MOOC: Othello. Misunderstanding

Misunderstanding

Shakespeare's plays are so often marked by a lack of straightforward communication. 'Othello' is a powerful example of this, where the text's tragedy essentially springs from acts of misunderstanding.

The audience's attention rightfully falls to Iago when exploring this idea of miscommunication, as he is the Machiavellian, master deceiver; he withholds information from other characters, "I would rather have this tongue cut from my mouth" (2.3.205) and poses leading questions to manipulate Othello's dormant insecurities about his new marriage to Desdemona, enabling Iago to shape his master in any way he deems fit. 

In Iago's endless efforts to distort comprehension, he changes characters and their perceptions of one another, for example, he leads Roderigo to believe that Desdemona's feelings for Othello are impermanent and fanciful; Cassio's beloved reputation and status is taken from him by Othello, and thus he feels useless without it. One might even argue that Emilia was manipulated by him, as he uses her role as his wife and Desdemona's hand as an advantage to get her handkerchief an continue his growing web of lies and deception.
The handkerchief is an important symbol in Othello and represents ...


The Handkerchief
  • Ironically, some of the audience's first meetings with the handkerchief involve ideas of truth and pure intention. In Act 3 Scene 3, when Desdemona accidentally drops the handkerchief and it is discovered by Emilia; she makes a note to herself to have its pattern remade to 'please' her husband (3.3.301). This scene is almost repeated with Cassio when he finds it and takes such a liking for the craftsmanship that he asks Bianca to replicate for him.
  • In the play, Othello seems to desire that this heirloom of his will bind him and his wife together, like how it did for his mother and father, and yet Iago contrasts this with his scheming and toxic deceit; he changes the loving, magical meaning of this 'token' entirely and gives it juxtaposing connotations of lies, misunderstanding and tragedy.

One might suggest the handkerchief's composition holds an inherent ambiguity, one which Iago plays with and exploits to achieve his own ends.

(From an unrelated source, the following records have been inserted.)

"""Published dispersion formulas, each as an exact Taylor series in frequency.

The formulas are printed in terms of the wavelength l in um. Here they are evaluated on
the series of the inverse wavelength ``q = 1/l = omega/(2 pi c)``, which is linear in
omega: ``l**-2`` is then a polynomial of degree 2, and no digits are lost to the strongly
alternating series of l itself. Each function takes ``(q, coefficients)`` and returns the
series of n**2, or of n where the formula is printed that way; :func:`permittivity`
makes n**2 of either.

References
----------
The forms are the usual ones of the collections of optical constants: W. Sellmeier, Ann.
Phys. 223, 386 (1874); A. L. Cauchy (1836); M. Herzberger, Opt. Acta 6, 197 (1959);
J. W. Fleming, Appl. Opt. 23, 4486 (1984) for mixtures; S. Gehrsitz et al., J. Appl.
Phys. 87, 7825 (2000) for poles in photon energy.

Examples
--------
>>> omega = 2.0 * 3.141592653589793 * 299.792458 / 1.55
>>> q = inverse_wavelength(omega, 2)
>>> n = index("cauchy", q, (1.5, 0.01, -2.0))
>>> round(float(n[0]), 9)            # 1.5 + 0.01/1.55**2
1.504162331
"""

from __future__ import annotations

from collections.abc import Callable, Sequence
from dataclasses import dataclass

import numpy as np
from numpy.typing import ArrayLike

from materials.common import series
from materials.common.constants import C_UM_PER_PS, TWO_PI

#: Herzberger's fixed pole, um^2.
_HERZBERGER_POLE_UM2 = 0.028


def inverse_wavelength(omega_rad_per_ps: ArrayLike, order: int) -> np.ndarray:
    """Series in omega of 1/l, 1/um, shape (order + 1, *omega.shape)."""
    return series.variable(omega_rad_per_ps, order) / (TWO_PI * C_UM_PER_PS)


def _one_minus(a: np.ndarray) -> np.ndarray:
    out = -a
    out[0] += 1.0
    return out


def _pairs(values: Sequence[float]) -> zip[tuple[float, float]]:
    return zip(values[0::2], values[1::2], strict=True)


def _resonances(q: np.ndarray, c: Sequence[float], exponent: int) -> np.ndarray:
    """1 + C1 + sum A l^2/(l^2 - P), P the printed constant to the power ``exponent``."""
    q2 = series.power(q, 2.0)
    total = series.constant(np.full(q.shape[1:], 1.0 + c[0]), q.shape[0] - 1)
    for strength, pole in _pairs(c[1:]):
        if strength != 0.0:
            total = total + strength * series.reciprocal(_one_minus(pole**exponent * q2))
    return total


def sellmeier_squared_resonances(q: np.ndarray, c: Sequence[float]) -> np.ndarray:
    """n^2 - 1 = C1 + C2 l^2/(l^2 - C3^2) + C4 l^2/(l^2 - C5^2) + ..."""
    return _resonances(q, c, 2)


def sellmeier_plain_resonances(q: np.ndarray, c: Sequence[float]) -> np.ndarray:
    """n^2 - 1 = C1 + C2 l^2/(l^2 - C3) + C4 l^2/(l^2 - C5) + ..."""
    return _resonances(q, c, 1)


def _powers(q: np.ndarray, constant: float, rest: Sequence[float]) -> np.ndarray:
    """Constant + C l^P + ... for the (C, P) pairs of ``rest``."""
    total = series.constant(np.full(q.shape[1:], constant), q.shape[0] - 1)
    for factor, exponent in _pairs(rest):
        if factor != 0.0:
            total = total + factor * series.power(q, -exponent)
    return total


def polynomial(q: np.ndarray, c: Sequence[float]) -> np.ndarray:
    """n^2 = C1 + C2 l^C3 + C4 l^C5 + ..."""
    return _powers(q, c[0], c[1:])


def mixed_poles_and_powers(q: np.ndarray, c: Sequence[float]) -> np.ndarray:
    """n^2 = C1 + C2 l^C3/(l^2 - C4^C5) + C6 l^C7/(l^2 - C8^C9) + C10 l^C11 + ...

    An unused pole is printed 0 0 0 1; its strength 0 skips it.
    """
    q2 = series.power(q, 2.0)
    total = _powers(q, c[0], c[9:])
    for strength, exponent, base, pole_exponent in (c[1:5], c[5:9]):
        if strength != 0.0:
            pole = series.reciprocal(_one_minus(base**pole_exponent * q2))
            total = total + strength * series.multiply(series.power(q, 2.0 - exponent), pole)
    return total


def cauchy(q: np.ndarray, c: Sequence[float]) -> np.ndarray:
    """n = C1 + C2 l^C3 + C4 l^C5 + ..."""
    return _powers(q, c[0], c[1:])


def _inverse_square_poles(q: np.ndarray, constant: float, rest: Sequence[float]) -> np.ndarray:
    """Constant + C/(P - l^-2) + ... for the (C, P) pairs of ``rest``."""
    q2 = series.power(q, 2.0)
    total = series.constant(np.full(q.shape[1:], constant), q.shape[0] - 1)
    for strength, pole in _pairs(rest):
        if strength != 0.0:
            difference = -q2
            difference[0] += pole
            total = total + strength * series.reciprocal(difference)
    return total


def gas(q: np.ndarray, c: Sequence[float]) -> np.ndarray:
    """n - 1 = C1 + C2/(C3 - l^-2) + C4/(C5 - l^-2) + ..."""
    return _inverse_square_poles(q, 1.0 + c[0], c[1:])


def photon_energy_poles(q: np.ndarray, c: Sequence[float]) -> np.ndarray:
    """n^2 = C1 + C2/(C3 - l^-2) + C4/(C5 - l^-2) + ..., poles in 1/um^2."""
    return _inverse_square_poles(q, c[0], c[1:])


def herzberger(q: np.ndarray, c: Sequence[float]) -> np.ndarray:
    """n = C1 + C2 L + C3 L^2 + C4 l^2 + C5 l^4 + C6 l^6, L = 1/(l^2 - 0.028)."""
    q2 = series.power(q, 2.0)
    pole = series.multiply(q2, series.reciprocal(_one_minus(_HERZBERGER_POLE_UM2 * q2)))
    far = [value for k, c_k in enumerate(c[3:]) for value in (c_k, 2.0 * (k + 1))]
    total = _powers(q, c[0], far)
    return total + c[1] * pole + c[2] * series.multiply(pole, pole)


def mole_fraction_sellmeier(q: np.ndarray, c: Sequence[float]) -> np.ndarray:
    """n^2 - 1 = sum [S + x(G - S)] l^2/(l^2 - [P + x(R - P)]^2).

    ``c`` is x followed by (S, P, G, R) per resonance: strength and resonance of the host,
    then of the dopant (Fleming 1984, equation 3: linear in the mole fraction x).
    """
    fraction, rest = c[0], c[1:]
    mixed = [0.0]
    for k in range(0, len(rest), 4):
        strength, pole, dopant_strength, dopant_pole = rest[k : k + 4]
        mixed.append(strength + fraction * (dopant_strength - strength))
        mixed.append(pole + fraction * (dopant_pole - pole))
    return _resonances(q, mixed, 2)


def fitted_resonances(q: np.ndarray, c: Sequence[float]) -> np.ndarray:
    """n^2 = 1 - C1 l^2/(1 - C2 l^2) + C3/(1 - C4 l^-2) + C5/(1 - C6 l^-2) + ...

    A Sellmeier formula written so that both limits are regular: C4 = 0 is a pole at zero
    wavelength (a constant), C2 = 0 one at infinite wavelength (-C1 l^2). In the usual
    form B_i^2 = C4, C6, ... and, for the infrared term, B^2 = 1/C2 and A = C1/C2.
    """
    q2 = series.power(q, 2.0)
    total = series.constant(np.ones(q.shape[1:]), q.shape[0] - 1)
    if c[0] != 0.0:
        below = q2.copy()
        below[0] -= c[1]
        total = total - c[0] * series.reciprocal(below)
    for strength, pole in _pairs(c[2:]):
        total = total + strength * series.reciprocal(_one_minus(pole * q2))
    return total


def fitted_resonances_gradient(q: np.ndarray, c: Sequence[float]) -> np.ndarray:
    """Derivative of :func:`fitted_resonances` by each constant, shape (len(c), *q.shape)."""
    q2 = series.power(q, 2.0)
    below = q2.copy()
    below[0] -= c[1]
    far = series.reciprocal(below)
    rows = [-far, -c[0] * series.multiply(far, far)]
    for strength, pole in _pairs(c[2:]):
        near = series.reciprocal(_one_minus(pole * q2))
        rows.append(near)
        rows.append(strength * series.multiply(q2, series.multiply(near, near)))
    return np.array(rows)


def constant_index(q: np.ndarray, c: Sequence[float]) -> np.ndarray:
    """n = C1 at every wavelength."""
    return series.constant(np.full(q.shape[1:], float(c[0])), q.shape[0] - 1)


@dataclass(frozen=True, slots=True)
class Formula:
    """A dispersion formula: its function, and whether that gives n or n**2."""

    evaluate: Callable[[np.ndarray, Sequence[float]], np.ndarray]
    gives_index: bool = False


#: Every formula by the name that the tables use.
FORMULAS: dict[str, Formula] = {
    "sellmeier_squared_resonances": Formula(sellmeier_squared_resonances),
    "sellmeier_plain_resonances": Formula(sellmeier_plain_resonances),
    "polynomial": Formula(polynomial),
    "mixed_poles_and_powers": Formula(mixed_poles_and_powers),
    "cauchy": Formula(cauchy, gives_index=True),
    "gas": Formula(gas, gives_index=True),
    "herzberger": Formula(herzberger, gives_index=True),
    "mole_fraction_sellmeier": Formula(mole_fraction_sellmeier),
    "photon_energy_poles": Formula(photon_energy_poles),
    "fitted_resonances": Formula(fitted_resonances),
    "constant": Formula(constant_index, gives_index=True),
}


def permittivity(name: str, q: np.ndarray, coefficients: Sequence[float]) -> np.ndarray:
    """Series of n**2 by formula ``name``, same shape as ``q``."""
    formula = FORMULAS[name]
    value = formula.evaluate(q, coefficients)
    return series.multiply(value, value) if formula.gives_index else value


def index(name: str, q: np.ndarray, coefficients: Sequence[float]) -> np.ndarray:
    """Series of n by formula ``name``, same shape as ``q``."""
    formula = FORMULAS[name]
    value = formula.evaluate(q, coefficients)
    return value if formula.gives_index else series.sqrt(value)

On the one hand, this 'little' piece of white cloth is spun from 'hallowed' silk that emblamitises both the unblemished quality of the couple's affections and Desdemona's sexual purity. Exacerbating this, Othello tells us that the handkerchief's fabric consists, partly, of mummified virgins' hearts. However, this bloodiness, along with its 'spotted' pattern of 'red' strawberries equally suggests to the audience the loss of virginity. This blood represents the beginning of greater sexual experience and the potential dangers of those experiences.

It is this set of connotations and their implications of promiscuity that Iago draws his attention on. This is possibly most pertinent when Iago describes Cassio's lascivious use of the napkin to wipe his beard at dinner, continuing the link between culinary and sexual consumption; rather than serving as a memento of the beloved couple's innocent love, Iago encourages Othello to repurpose his heirloom as an accessory to this false adultery.

Gender

There seems to be a lack of sympathy between genders in the play; it implies that Venetian men have an insufficient grasp of the 'true' character of the female men cannot see women or who they 'really' are. This is a society in which attractive women are dangerously and hyberbolically misconceived as statues made from 'monumental alabaster' (5.2.5). This is a world where, despite female characters often expressing themselves with sharpness, they are seen as duplicitous 'pictures out a' doors' (2.1.109). Emilia fights against this; in Act 4 Scene 3, she makes a rallying cry to, 

Let husbands know
Their wives have sense like them: they see, and smell,
And have their palates both for sweet and sour,
As husbands have.

These are words of frustration and almost resentment at not being truly listened to or understood by men. In this speech, Emilia articulates herself in some of the wittiest and most poetic in the text as a whole.

Here, we see that Emilia's function as the straight-talking working woman seeking to cut through patriarchal misreadings that essentially creates her as a very memorable, reverent figure. It also gives her death a real poignancy too, and highlights the play's tragedy as her meant-to-be loyal, compassionate, loving husband, betrays her by killing her and showing that her loyalty to her husband was tragically corrupt.